_INSTRUCTIONS FOR THE TASK_
All of the data below is to be written out again exactly.

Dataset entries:
..............................

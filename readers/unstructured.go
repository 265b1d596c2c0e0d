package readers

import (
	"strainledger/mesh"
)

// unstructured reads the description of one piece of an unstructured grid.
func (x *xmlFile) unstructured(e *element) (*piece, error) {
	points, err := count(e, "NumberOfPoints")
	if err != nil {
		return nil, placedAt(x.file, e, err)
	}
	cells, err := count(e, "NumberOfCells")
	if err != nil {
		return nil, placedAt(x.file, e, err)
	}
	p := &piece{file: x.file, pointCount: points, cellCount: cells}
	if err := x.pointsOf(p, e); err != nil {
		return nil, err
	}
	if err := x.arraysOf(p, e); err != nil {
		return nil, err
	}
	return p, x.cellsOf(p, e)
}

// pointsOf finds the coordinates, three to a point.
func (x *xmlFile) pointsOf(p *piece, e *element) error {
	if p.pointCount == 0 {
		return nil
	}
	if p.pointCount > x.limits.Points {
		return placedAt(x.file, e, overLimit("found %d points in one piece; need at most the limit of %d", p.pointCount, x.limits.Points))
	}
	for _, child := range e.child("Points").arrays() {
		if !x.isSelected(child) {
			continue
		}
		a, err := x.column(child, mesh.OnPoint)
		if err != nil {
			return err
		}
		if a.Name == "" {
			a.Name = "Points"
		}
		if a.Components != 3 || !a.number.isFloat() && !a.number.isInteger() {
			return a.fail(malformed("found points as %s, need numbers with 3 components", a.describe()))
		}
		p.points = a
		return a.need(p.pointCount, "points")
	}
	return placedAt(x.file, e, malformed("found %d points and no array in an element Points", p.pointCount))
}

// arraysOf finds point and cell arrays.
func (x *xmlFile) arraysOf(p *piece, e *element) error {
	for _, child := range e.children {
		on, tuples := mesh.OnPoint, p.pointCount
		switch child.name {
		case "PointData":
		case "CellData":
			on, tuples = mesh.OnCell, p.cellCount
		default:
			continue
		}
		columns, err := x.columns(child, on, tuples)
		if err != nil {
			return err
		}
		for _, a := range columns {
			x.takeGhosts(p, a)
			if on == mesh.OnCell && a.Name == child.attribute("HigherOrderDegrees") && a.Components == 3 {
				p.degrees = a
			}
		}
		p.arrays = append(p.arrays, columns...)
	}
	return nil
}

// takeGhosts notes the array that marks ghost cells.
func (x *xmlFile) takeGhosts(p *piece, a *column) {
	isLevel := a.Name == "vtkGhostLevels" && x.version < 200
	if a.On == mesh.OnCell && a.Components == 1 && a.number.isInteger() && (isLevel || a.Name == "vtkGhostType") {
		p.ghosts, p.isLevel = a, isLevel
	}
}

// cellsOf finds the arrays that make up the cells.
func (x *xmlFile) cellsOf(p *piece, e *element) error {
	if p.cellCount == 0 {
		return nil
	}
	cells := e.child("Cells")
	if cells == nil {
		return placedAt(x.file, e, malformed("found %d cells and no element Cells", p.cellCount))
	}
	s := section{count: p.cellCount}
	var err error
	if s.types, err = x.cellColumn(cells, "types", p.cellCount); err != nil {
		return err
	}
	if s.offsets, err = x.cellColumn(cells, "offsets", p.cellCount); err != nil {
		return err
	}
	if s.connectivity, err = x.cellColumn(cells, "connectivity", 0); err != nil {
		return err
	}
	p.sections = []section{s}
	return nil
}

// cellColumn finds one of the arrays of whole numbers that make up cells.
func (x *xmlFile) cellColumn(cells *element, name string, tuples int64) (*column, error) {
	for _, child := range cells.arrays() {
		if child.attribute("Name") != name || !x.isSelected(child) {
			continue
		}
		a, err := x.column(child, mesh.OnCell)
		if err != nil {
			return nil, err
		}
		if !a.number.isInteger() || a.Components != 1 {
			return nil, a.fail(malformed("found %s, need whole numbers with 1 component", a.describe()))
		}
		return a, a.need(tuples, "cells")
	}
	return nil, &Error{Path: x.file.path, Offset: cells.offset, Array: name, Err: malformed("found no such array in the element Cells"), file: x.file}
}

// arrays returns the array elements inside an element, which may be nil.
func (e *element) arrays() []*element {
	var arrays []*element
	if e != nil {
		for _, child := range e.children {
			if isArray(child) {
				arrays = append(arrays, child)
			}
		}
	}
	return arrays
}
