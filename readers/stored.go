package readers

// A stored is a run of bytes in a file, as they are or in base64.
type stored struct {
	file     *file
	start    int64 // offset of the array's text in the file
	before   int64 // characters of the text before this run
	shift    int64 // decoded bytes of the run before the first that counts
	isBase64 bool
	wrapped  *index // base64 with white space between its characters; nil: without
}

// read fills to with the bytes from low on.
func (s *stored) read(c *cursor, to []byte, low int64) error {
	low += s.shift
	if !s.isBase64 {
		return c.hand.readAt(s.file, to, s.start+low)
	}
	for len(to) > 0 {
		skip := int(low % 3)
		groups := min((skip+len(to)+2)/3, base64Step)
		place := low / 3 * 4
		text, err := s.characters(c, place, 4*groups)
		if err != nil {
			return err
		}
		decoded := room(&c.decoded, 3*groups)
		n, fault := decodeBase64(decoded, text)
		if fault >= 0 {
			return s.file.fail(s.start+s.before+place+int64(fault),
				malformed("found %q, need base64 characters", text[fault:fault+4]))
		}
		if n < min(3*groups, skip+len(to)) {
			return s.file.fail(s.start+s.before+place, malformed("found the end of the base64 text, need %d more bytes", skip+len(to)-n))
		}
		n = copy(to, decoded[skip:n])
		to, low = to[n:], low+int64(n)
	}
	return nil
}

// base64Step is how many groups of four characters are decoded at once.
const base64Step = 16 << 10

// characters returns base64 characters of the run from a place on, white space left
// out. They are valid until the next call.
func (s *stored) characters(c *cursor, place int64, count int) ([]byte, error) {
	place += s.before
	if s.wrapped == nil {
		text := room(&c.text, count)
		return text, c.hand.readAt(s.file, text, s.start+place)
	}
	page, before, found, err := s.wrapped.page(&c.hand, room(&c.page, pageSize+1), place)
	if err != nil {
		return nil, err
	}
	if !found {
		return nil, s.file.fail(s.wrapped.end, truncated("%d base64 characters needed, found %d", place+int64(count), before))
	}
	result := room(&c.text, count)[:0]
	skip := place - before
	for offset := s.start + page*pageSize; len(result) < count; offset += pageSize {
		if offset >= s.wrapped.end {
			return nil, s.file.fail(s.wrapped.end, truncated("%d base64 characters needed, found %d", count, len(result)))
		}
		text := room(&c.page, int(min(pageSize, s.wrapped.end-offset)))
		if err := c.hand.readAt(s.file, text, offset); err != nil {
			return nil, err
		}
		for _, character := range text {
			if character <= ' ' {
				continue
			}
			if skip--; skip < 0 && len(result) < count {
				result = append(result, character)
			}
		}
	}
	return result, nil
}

..............................

_EXERCISE OUTPUT_
filename readers/unstructured.go
repository 265b1d596c2c0e0d
package readers

import (
	"strainledger/mesh"
)

// unstructured reads the description of one piece of an unstructured grid.
func (x *xmlFile) unstructured(e *element) (*piece, error) {
	points, err := count(e, "NumberOfPoints")
	if err != nil {
		return nil, placedAt(x.file, e, err)
	}
	cells, err := count(e, "NumberOfCells")
	if err != nil {
		return nil, placedAt(x.file, e, err)
	}
	p := &piece{file: x.file, pointCount: points, cellCount: cells}
	if err := x.pointsOf(p, e); err != nil {
		return nil, err
	}
	if err := x.arraysOf(p, e); err != nil {
		return nil, err
	}
	return p, x.cellsOf(p, e)
}

// pointsOf finds the coordinates, three to a point.
func (x *xmlFile) pointsOf(p *piece, e *element) error {
	if p.pointCount == 0 {
		return nil
	}
	if p.pointCount > x.limits.Points {
		return placedAt(x.file, e, overLimit("found %d points in one piece; need at most the limit of %d", p.pointCount, x.limits.Points))
	}
	for _, child := range e.child("Points").arrays() {
		if !x.isSelected(child) {
			continue
		}
		a, err := x.column(child, mesh.OnPoint)
		if err != nil {
			return err
		}
		if a.Name == "" {
			a.Name = "Points"
		}
		if a.Components != 3 || !a.number.isFloat() && !a.number.isInteger() {
			return a.fail(malformed("found points as %s, need numbers with 3 components", a.describe()))
		}
		p.points = a
		return a.need(p.pointCount, "points")
	}
	return placedAt(x.file, e, malformed("found %d points and no array in an element Points", p.pointCount))
}

// arraysOf finds point and cell arrays.
func (x *xmlFile) arraysOf(p *piece, e *element) error {
	for _, child := range e.children {
		on, tuples := mesh.OnPoint, p.pointCount
		switch child.name {
		case "PointData":
		case "CellData":
			on, tuples = mesh.OnCell, p.cellCount
		default:
			continue
		}
		columns, err := x.columns(child, on, tuples)
		if err != nil {
			return err
		}
		for _, a := range columns {
			x.takeGhosts(p, a)
			if on == mesh.OnCell && a.Name == child.attribute("HigherOrderDegrees") && a.Components == 3 {
				p.degrees = a
			}
		}
		p.arrays = append(p.arrays, columns...)
	}
	return nil
}

// takeGhosts notes the array that marks ghost cells.
func (x *xmlFile) takeGhosts(p *piece, a *column) {
	isLevel := a.Name == "vtkGhostLevels" && x.version < 200
	if a.On == mesh.OnCell && a.Components == 1 && a.number.isInteger() && (isLevel || a.Name == "vtkGhostType") {
		p.ghosts, p.isLevel = a, isLevel
	}
}

// cellsOf finds the arrays that make up the cells.
func (x *xmlFile) cellsOf(p *piece, e *element) error {
	if p.cellCount == 0 {
		return nil
	}
	cells := e.child("Cells")
	if cells == nil {
		return placedAt(x.file, e, malformed("found %d cells and no element Cells", p.cellCount))
	}
	s := section{count: p.cellCount}
	var err error
	if s.types, err = x.cellColumn(cells, "types", p.cellCount); err != nil {
		return err
	}
	if s.offsets, err = x.cellColumn(cells, "offsets", p.cellCount); err != nil {
		return err
	}
	if s.connectivity, err = x.cellColumn(cells, "connectivity", 0); err != nil {
		return err
	}
	p.sections = []section{s}
	return nil
}

// cellColumn finds one of the arrays of whole numbers that make up cells.
func (x *xmlFile) cellColumn(cells *element, name string, tuples int64) (*column, error) {
	for _, child := range cells.arrays() {
		if child.attribute("Name") != name || !x.isSelected(child) {
			continue
		}
		a, err := x.column(child, mesh.OnCell)
		if err != nil {
			return nil, err
		}
		if !a.number.isInteger() || a.Components != 1 {
			return nil, a.fail(malformed("found %s, need whole numbers with 1 component", a.describe()))
		}
		return a, a.need(tuples, "cells")
	}
	return nil, &Error{Path: x.file.path, Offset: cells.offset, Array: name, Err: malformed("found no such array in the element Cells"), file: x.file}
}

// arrays returns the array elements inside an element, which may be nil.
func (e *element) arrays() []*element {
	var arrays []*element
	if e != nil {
		for _, child := range e.children {
			if isArray(child) {
				arrays = append(arrays, child)
			}
		}
	}
	return arrays
}
filename readers/stored.go
package readers

// A stored is a run of bytes in a file, as they are or in base64.
type stored struct {
	file     *file
	start    int64 // offset of the array's text in the file
	before   int64 // characters of the text before this run
	shift    int64 // decoded bytes of the run before the first that counts
	isBase64 bool
	wrapped  *index // base64 with white space between its characters; nil: without
}

// read fills to with the bytes from low on.
func (s *stored) read(c *cursor, to []byte, low int64) error {
	low += s.shift
	if !s.isBase64 {
		return c.hand.readAt(s.file, to, s.start+low)
	}
	for len(to) > 0 {
		skip := int(low % 3)
		groups := min((skip+len(to)+2)/3, base64Step)
		place := low / 3 * 4
		text, err := s.characters(c, place, 4*groups)
		if err != nil {
			return err
		}
		decoded := room(&c.decoded, 3*groups)
		n, fault := decodeBase64(decoded, text)
		if fault >= 0 {
			return s.file.fail(s.start+s.before+place+int64(fault),
				malformed("found %q, need base64 characters", text[fault:fault+4]))
		}
		if n < min(3*groups, skip+len(to)) {
			return s.file.fail(s.start+s.before+place, malformed("found the end of the base64 text, need %d more bytes", skip+len(to)-n))
		}
		n = copy(to, decoded[skip:n])
		to, low = to[n:], low+int64(n)
	}
	return nil
}

// base64Step is how many groups of four characters are decoded at once.
const base64Step = 16 << 10

// characters returns base64 characters of the run from a place on, white space left
// out. They are valid until the next call.
func (s *stored) characters(c *cursor, place int64, count int) ([]byte, error) {
	place += s.before
	if s.wrapped == nil {
		text := room(&c.text, count)
		return text, c.hand.readAt(s.file, text, s.start+place)
	}
	page, before, found, err := s.wrapped.page(&c.hand, room(&c.page, pageSize+1), place)
	if err != nil {
		return nil, err
	}
	if !found {
		return nil, s.file.fail(s.wrapped.end, truncated("%d base64 characters needed, found %d", place+int64(count), before))
	}
	result := room(&c.text, count)[:0]
	skip := place - before
	for offset := s.start + page*pageSize; len(result) < count; offset += pageSize {
		if offset >= s.wrapped.end {
			return nil, s.file.fail(s.wrapped.end, truncated("%d base64 characters needed, found %d", count, len(result)))
		}
		text := room(&c.page, int(min(pageSize, s.wrapped.end-offset)))
		if err := c.hand.readAt(s.file, text, offset); err != nil {
			return nil, err
		}
		for _, character := range text {
			if character <= ' ' {
				continue
			}
			if skip--; skip < 0 && len(result) < count {
				result = append(result, character)
			}
		}
	}
	return result, nil
}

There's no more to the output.